All of these are primarily local issues. They occur because of people’s inherent biases and, with the exception of gerrymandering, they are not established by laws or regulations. They are just the way society seems to work. But, knowingly or not, the Supreme Court’s decision to make the Affordable Care Act’s Medicaid expansion optional for states has created the opportunity for health disparities to be formalized into law, thanks to federalism and our country’s deep partisan divide.

It’s old news that only 26 of our 50 states have decided to expand the Medicaid program to all U.S. citizens residing in their state with incomes below 138% of the federal poverty level, but the expansion has only been a reality for 6 months. Now we are seeing how it is playing out on a personal level. One of the concerns among policymakers was that low-income people would emigrate from non-expansion states and flood into expansion states. A consensus is emerging that, while this may happen to some extent, it is unlikely to be a major issue–mostly because low-income people don’t have the resources to relocate.

What is particularly striking to look at are towns on either side of a state border. In some cases, single towns actually span state lines. And, if one state has expanded Medicaid, while the neighboring state hasn’t, whether or not a low-income person has health insurance may depend on what part of town they live in. Texarkana is one such town, and Annie Lowrey writes about this issue in the New York Times. Her point–and the one I am echoing here–is that we have formalized the unequal treatment of similarly situated persons based on nothing more than where they happen to hang their hat.

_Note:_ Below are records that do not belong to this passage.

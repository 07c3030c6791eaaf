import { describe, expect, it } from 'vitest'
import { formatDiagnostic, placeDiagnostics } from '../../../app/engine/source/caret-frame.ts'
import type { Diagnostic } from '../../../app/engine/source/diagnostic.ts'
import { buildLineIndex } from '../../../app/engine/source/line-index.ts'

function framed(text: string, start: number, end: number, more: Partial<Diagnostic> = {}): string {
  const finding: Diagnostic = {
    code: 'syntax',
    severity: 'error',
    file: 'f.v',
    span: { start, end },
    message: 'wrong',
    ...more,
  }
  return formatDiagnostic(placeDiagnostics([finding], [{ name: 'f.v', text }])[0]!)
}

describe('a caret frame', () => {
  it('shows the line before, the line, and carets under the span', () => {
    expect(framed('one\ntwo three\n', 8, 13)).toBe(
      'f.v:2:5 - error: wrong\n1 | one\n2 | two three\n  |     ^^^^^',
    )
  })

  it('is the same with CRLF and lone CR, and counts a tab as four columns', () => {
    expect(framed('one\r\n\ttwo\r\n', 6, 9)).toBe('f.v:2:2 - error: wrong\n1 | one\n2 |     two\n  |     ^^^')
    expect(framed('one\r\ttwo', 5, 8)).toBe('f.v:2:2 - error: wrong\n1 | one\n2 |     two\n  |     ^^^')
  })

  it('cuts a long line to a window around the place', () => {
    const text = 'x'.repeat(5000) + '!' + 'y'.repeat(5000)
    const [, line, carets] = framed(text, 5000, 5001).split('\n')
    expect(line!.length).toBeLessThan(110)
    expect(line![carets!.indexOf('^')]).toBe('!')
  })

  it('marks the first line of a span over several, and a place past the end', () => {
    expect(framed('ab\ncd\n', 1, 5).split('\n').at(-1)).toBe('  |  ^')
    expect(framed('ab', 2, 2).split('\n').at(-1)).toBe('  |   ^')
  })

  it('tells the second places that belong to the finding, and what to do', () => {
    const notes = [{ file: 'f.v', span: { start: 0, end: 2 }, message: 'first driven here' }]
    expect(framed('ab\ncd\n', 3, 5, { notes, hint: 'Remove one.' })).toMatch(
      /\n {2}f\.v:1:1 - first driven here\n {2}Remove one\.$/,
    )
  })

  it('survives control characters and a file without text', () => {
    expect(framed('a\u0000b', 1, 2)).toContain('a·b')
    expect(framed('', 0, 0)).toBe('f.v:1:1 - error: wrong')
  })
})

describe('a line index', () => {
  it('finds each place of a text with all kinds of line ends', () => {
    const index = buildLineIndex('a\nbb\r\nccc\rd')
    expect([0, 2, 3, 6, 9, 10].map((offset) => index.placeOf(offset))).toEqual([
      { line: 1, column: 1 },
      { line: 2, column: 1 },
      { line: 2, column: 2 },
      { line: 3, column: 1 },
      { line: 3, column: 4 },
      { line: 4, column: 1 },
    ])
  })
})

Somehow we tend to be okay with this unequal treatment when there’s enough of a buffer in place. For example, if the low-income in California are treated differently than the low-income in Indiana, we’re able to come up with reasons–real or imagined–that allow us to reconcile that to ourselves. But reduce the geographic distance, and focus on the unequal treatment that exists between residents of Chicago, Illinois and Gary, Indiana, and suddenly it gets much harder to ignore. We may all be different, and our differences may be part of what makes us beautiful as a nation, but we are all Americans. As such, it doesn’t seem right to deny some of us health insurance just because we don’t live in the right part of town.